Characterization of phagosome trafficking and identification of PhoP-regulated genes important for survival of Yersinia pestis in macrophages.

The transcriptional activator PhoP is important for survival of Yersinia pestis in macrophage phagosomes. However, the phagosomes inhabited by Y. pestis have not been well characterized, and the mechanism by which PhoP promotes bacterial survival in these vacuoles is not fully understood. Lysosomal tracers, as well as antibodies to late endosomal or lysosomal proteins, were used in conjunction with confocal or electron microscopy to study the trafficking of phagosomes containing phoP(+) or phoP mutant Y. pestis strains or latex beads in J774A.1 macrophages. Phagosomes containing phoP(+) or phoP mutant Y. pestis acquired lysosomal markers to the same degree that phagosomes containing latex beads acquired these markers after 1.5 h of infection, showing that nascent phagosomes containing Y. pestis fuse with lysosomes irrespective of the phoP genotype. Similar results were obtained when phagosomes containing viable or dead phoP(+) Y. pestis cells or beads were analyzed at 8 h postinfection, indicating that the Y. pestis vacuole does not become secluded from the lysosomal compartment. However, only viable phoP(+) bacteria induced the formation of spacious phagosomes at 8 h postinfection, suggesting that Y. pestis can actively direct the expansion of its vacuole.
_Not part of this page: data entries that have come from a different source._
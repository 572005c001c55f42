"""An enclosure's leakage is shown: ``keepout`` (text and JSON), ``assess`` and the report.

The figures come from the stirred-cavity model of ``fields/enclosure.py`` (Hill et al.,
IEEE Trans. EMC 36(3), 1994); the physics is tested in ``test_enclosure.py``.  Here: the
``"enclosure"`` object is present with an enclosure and absent (keepout) or null (assess)
without one, its 5 cm figure is the one ``compare`` shows, its parts are consistent
(Q = 1 / sum 1/Q_i, Hill 1994 eq. (8); the leaked power below the input), and the oven
limits are compared as 21 CFR 1030.10(c)(1) gives them: 1 mW/cm^2 = 10 W/m^2 and
5 mW/cm^2 = 50 W/m^2 at 5 cm.
"""

from __future__ import annotations

import io

import matplotlib.image as mpimg
import numpy as np
import pytest

from keepclear.fields import plots
from keepclear.fields.assessment import keepout_data, run_assessment
from keepclear.fields.compare import compare_options
from keepclear.fields.report import summary_text
from keepclear.fields.report_text import density_text, enclosure_lines, number_text, share_text
from keepclear.fields.scenario import load_scenario

from ._cli import assert_clean_exit, run, run_once, strict_json, validate
from .conftest import ISOTROPIC, SCENARIOS

DRYING_LINE = SCENARIOS / "drying-line-enclosure.toml"

SMALL_BOX = """
name = "small box check"
[[source]]
id = "feed"
antenna = "isotropic"
power_w = 800.0
position_m = [0.1, 0.0, 1.0]
[enclosure]
id = "box"
center_m = [0.0, 0.0, 1.0]
size_m = [0.5, 0.4, 0.3]
metal = "mild-steel"
thickness_m = 0.002
load_water_volume_m3 = 275e-6
[[enclosure.opening]]
id = "gap"
face = "+x"
type = "slot"
length_m = 0.03
width_m = 0.001
along = "z"
offset_m = [0.0, 0.0]
[exposure]
limits = ["fda-1030.10/before-purchase", "fda-1030.10/in-service"]
"""


@pytest.fixture(scope="module")
def drying_line():
    result = run_once("keepout", DRYING_LINE, "--json")  # shared with the scenario checks
    assert_clean_exit(result, allowed=(0,))
    return strict_json(result.stdout)


def test_keepout_json_gives_the_enclosure_leakage(drying_line):
    validate("keepout", drying_line)
    block = drying_line["enclosure"]
    assert block["id"] == "tunnel"
    assert block["input_power_w"] == pytest.approx(3000.0)  # both heads on, duty not applied
    assert block["distance_m"] == pytest.approx(0.05)  # 21 CFR 1030.10(c)(1): 5 cm
    leak = block["leakage_5cm_w_m2"]
    assert leak > 0
    assert leak == pytest.approx(max(block["leakage_5cm_by_face"].values()), rel=1e-12)
    assert set(block["leakage_5cm_by_face"]) == {"+x", "-x", "+y", "-y", "+z", "-z"}
    # the door seam gap is on the front (-y): the front is where it leaks most
    assert max(block["leakage_5cm_by_face"], key=block["leakage_5cm_by_face"].get) == "-y"
    assert [o["id"] for o in block["openings"]] == [
        "belt-entry",
        "belt-exit",
        "top-vent",
        "viewing-window",
        "door-seam-gap",
    ]
    assert all(o["leaked_power_w"] > 0 for o in block["openings"])
    assert sum(o["leaked_power_w"] for o in block["openings"]) <= block["leaked_power_w"] * (
        1 + 1e-12
    )
    assert block["leaked_power_w"] < block["input_power_w"]
    assert block["inside_power_density_w_m2"] > leak
    # Hill et al. 1994, eq. (8): 1/Q = sum of 1/Q_i over the losses (wall transmission,
    # the one loss without its own Q here, only lowers Q further)
    parts = [block[k] for k in ("q_walls", "q_load", "q_openings")]
    assert 1 / block["q_factor"] >= sum(1 / q for q in parts) * (1 - 1e-12)
    assert block["q_factor"] <= min(parts)
    # 21 CFR 1030.10(c)(1): 1 mW/cm^2 before purchase, 5 mW/cm^2 in service
    limits = {row["limit"]: row for row in block["oven_limits"]}
    assert limits["fda-1030.10/before-purchase"]["limit_w_m2"] == pytest.approx(10.0)
    assert limits["fda-1030.10/in-service"]["limit_w_m2"] == pytest.approx(50.0)
    for row in block["oven_limits"]:
        assert row["percent_of_limit"] == pytest.approx(100 * leak / row["limit_w_m2"])


def test_the_5cm_figure_is_the_one_compare_shows(drying_line):
    # The figure compare writes in its table, from its own run, against keepout --json's.
    data = compare_options(load_scenario(DRYING_LINE), pixels=11).data()
    (base,) = [row for row in data["options"] if row["is_base"]]
    assert base["leakage_5cm_w_m2"] == pytest.approx(
        drying_line["enclosure"]["leakage_5cm_w_m2"], rel=1e-9
    )


def test_keepout_text_lines_show_the_figures(drying_line):
    block = drying_line["enclosure"]
    text = "\n".join(enclosure_lines(block))
    assert text.startswith("Enclosure leakage (tunnel")
    assert density_text(block["leakage_5cm_w_m2"]) in text  # W/m2 and mW/cm2 side by side
    assert "cavity Q" in text and "door-seam-gap" in text
    assert "fda-1030.10/before-purchase" in text and "% of it" in text
    assert enclosure_lines(None) == []


def test_keepout_without_an_enclosure_has_no_enclosure_key(write_scenario):
    result = run("keepout", write_scenario(ISOTROPIC), "--json")
    assert_clean_exit(result, allowed=(0,))
    data = strict_json(result.stdout)
    assert "enclosure" not in data
    text = run("keepout", write_scenario(ISOTROPIC)).stdout
    assert "Enclosure leakage" not in text


@pytest.fixture(scope="module")
def small_box_assessed(tmp_path_factory):
    path = tmp_path_factory.mktemp("leak") / "box.toml"
    path.write_text(SMALL_BOX, encoding="utf-8")
    scenario = load_scenario(path)
    # The figures are checked elsewhere (test_plots, test_assess): a small PNG stands in.
    buf = io.BytesIO()
    mpimg.imsave(buf, np.random.default_rng(1).random((8, 8)), format="png")
    with pytest.MonkeyPatch.context() as mp:
        mp.setattr(plots, "figure_bytes", lambda fig, fmt, dpi=150: buf.getvalue())
        data, files = run_assessment(scenario, pixels=31)
    return scenario, data, files["report.html"].decode("utf-8")


def test_assessment_json_summary_and_report_show_the_leakage(small_box_assessed):
    scenario, data, html = small_box_assessed
    validate("assessment", data)
    block = data["enclosure"]
    leak = block["leakage_5cm_w_m2"]
    assert leak > 0
    # the same figures as keepout --json gives for the scenario (another code path)
    alone = keepout_data(scenario)[0]["enclosure"]
    assert alone.keys() == block.keys()
    for key in ("leakage_5cm_w_m2", "q_factor", "inside_power_density_w_m2", "leaked_power_w"):
        assert block[key] == pytest.approx(alone[key], rel=1e-9), key
    assert [o["id"] for o in block["openings"]] == ["gap"]
    assert [r["limit"] for r in block["oven_limits"]] == list(scenario.limit_ids)
    assert "Enclosure leakage" in summary_text(data)
    assert "<h3>Enclosure leakage</h3>" in html
    # the 5 cm figure in W/m2 and mW/cm2 (1 W/m2 = 0.1 mW/cm2), as the report writes numbers
    assert f"{number_text(leak)}&nbsp;W/m²" in html
    assert f"{number_text(leak / 10)}&nbsp;mW/cm²" in html
    for row in block["oven_limits"]:  # "495 %", or above ten times the limit "x40.2"
        assert share_text(row["percent_of_limit"] / 100).replace(" ", "&nbsp;") in html
    assert f"cavity Q {number_text(block['q_factor'])}" in html
    assert "e+0" not in html  # numbers as the text outputs write them, never 4.02e+03
    assert "gap" in html
    # the section sits with the keep-out results, before the named places
    assert (
        html.index("Results per limit")
        < html.index("Enclosure leakage")
        < html.index("Named places")
    )


def test_assessment_without_an_enclosure_has_null(tmp_path):
    path = tmp_path / "free.toml"
    path.write_text(ISOTROPIC, encoding="utf-8")
    buf = io.BytesIO()
    mpimg.imsave(buf, np.zeros((4, 4)), format="png")
    with pytest.MonkeyPatch.context() as mp:
        mp.setattr(plots, "figure_bytes", lambda fig, fmt, dpi=150: buf.getvalue())
        data, files = run_assessment(load_scenario(path), pixels=21)
    assert data["enclosure"] is None
    assert "Enclosure leakage" not in files["report.html"].decode("utf-8")
    assert "Enclosure leakage" not in summary_text(data)
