"""Shared fixtures: scenario files written into a temporary folder."""

from __future__ import annotations

import os
import shutil
import tempfile
import textwrap
from contextlib import ExitStack
from pathlib import Path

import pytest

REPO = Path(__file__).resolve().parent.parent
SCENARIOS = REPO / "scenarios"


def pytest_configure(config: pytest.Config) -> None:
    """Parallel workers get one BLAS thread and no worker processes of their own each; the
    run keeps NEC-2 solutions in a folder of its own.

    With ``-n`` the workers already use every core; BLAS threads, or keepclear's own worker
    processes (``KEEPCLEAR_WORKERS``, fields/workers.py: tests/test_workers.py sets its own
    number), on top of them only contend.  The variables are read when numpy loads, in the workers, which start after
    this hook.  Results do not depend on the thread count (DEVELOPERS.md, "The same
    answer").  NEC-2 solutions (``KEEPCLEAR_CACHE_DIR``) go to a temporary folder shared
    by the workers and removed at the end, unless the variable is set already: the suite
    neither reads nor fills the user's store.
    """
    if os.environ.get("PYTEST_XDIST_WORKER"):
        return
    workers = getattr(config.option, "numprocesses", None)
    if workers:
        for name in (
            "OPENBLAS_NUM_THREADS",
            "OMP_NUM_THREADS",
            "MKL_NUM_THREADS",
            "KEEPCLEAR_WORKERS",
        ):
            os.environ.setdefault(name, "1")
    if "KEEPCLEAR_CACHE_DIR" not in os.environ:
        folder = tempfile.mkdtemp(prefix="keepclear-nec-")
        os.environ["KEEPCLEAR_CACHE_DIR"] = folder
        config.stash[_STORE] = folder


_STORE = pytest.StashKey[str]()


def pytest_unconfigure(config: pytest.Config) -> None:
    """Remove the run's folder of NEC-2 solutions."""
    folder = config.stash.get(_STORE, None)
    if folder is not None:
        shutil.rmtree(folder, ignore_errors=True)
        os.environ.pop("KEEPCLEAR_CACHE_DIR", None)


@pytest.fixture
def write_scenario(tmp_path: Path):
    """Write TOML text (dedented) to a file and return its path."""

    def _write(text: str, name: str = "scenario.toml") -> Path:
        path = tmp_path / name
        path.write_text(textwrap.dedent(text), encoding="utf-8")
        return path

    return _write


@pytest.fixture
def shared_models():
    """Scenarios loaded in the test share their radiators and those radiators' evaluations.

    For a test that runs the same scenario twice (the Python API and the command line):
    the second run gets the first one's radiators (:func:`keepclear.fields.scenario.
    shared_radiators`) and looks their fields up (:func:`keepclear.antennas.memo.
    shared_field_evaluations`); everything else runs again.
    """
    from keepclear.antennas.memo import shared_field_evaluations
    from keepclear.fields.scenario import shared_radiators

    with ExitStack() as stack:
        stack.enter_context(shared_radiators())
        yield stack.enter_context(shared_field_evaluations())


ISOTROPIC = """
name = "test point source"
[[source]]
id = "s"
antenna = "isotropic"
power_w = 100.0
position_m = [0.0, 0.0, 0.0]
"""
PhoP-regulated genes that are important for survival of Y. pestis in phagosomes were identified by Tn5-lacZ mutagenesis and oligonucleotide microarray analysis. Three such genes were identified, and the products of these genes are predicted to promote resistance to antimicrobial peptides (ugd and pmrK) or low-Mg(2+) conditions (mgtC) found in phagosomes. Viable count assays carried out with Y. pestis ugd, mgtC, and ugd mgtC mutants revealed that the products of ugd and mgtC function independently to promote early survival of Y. pestis in macrophage phagosomes.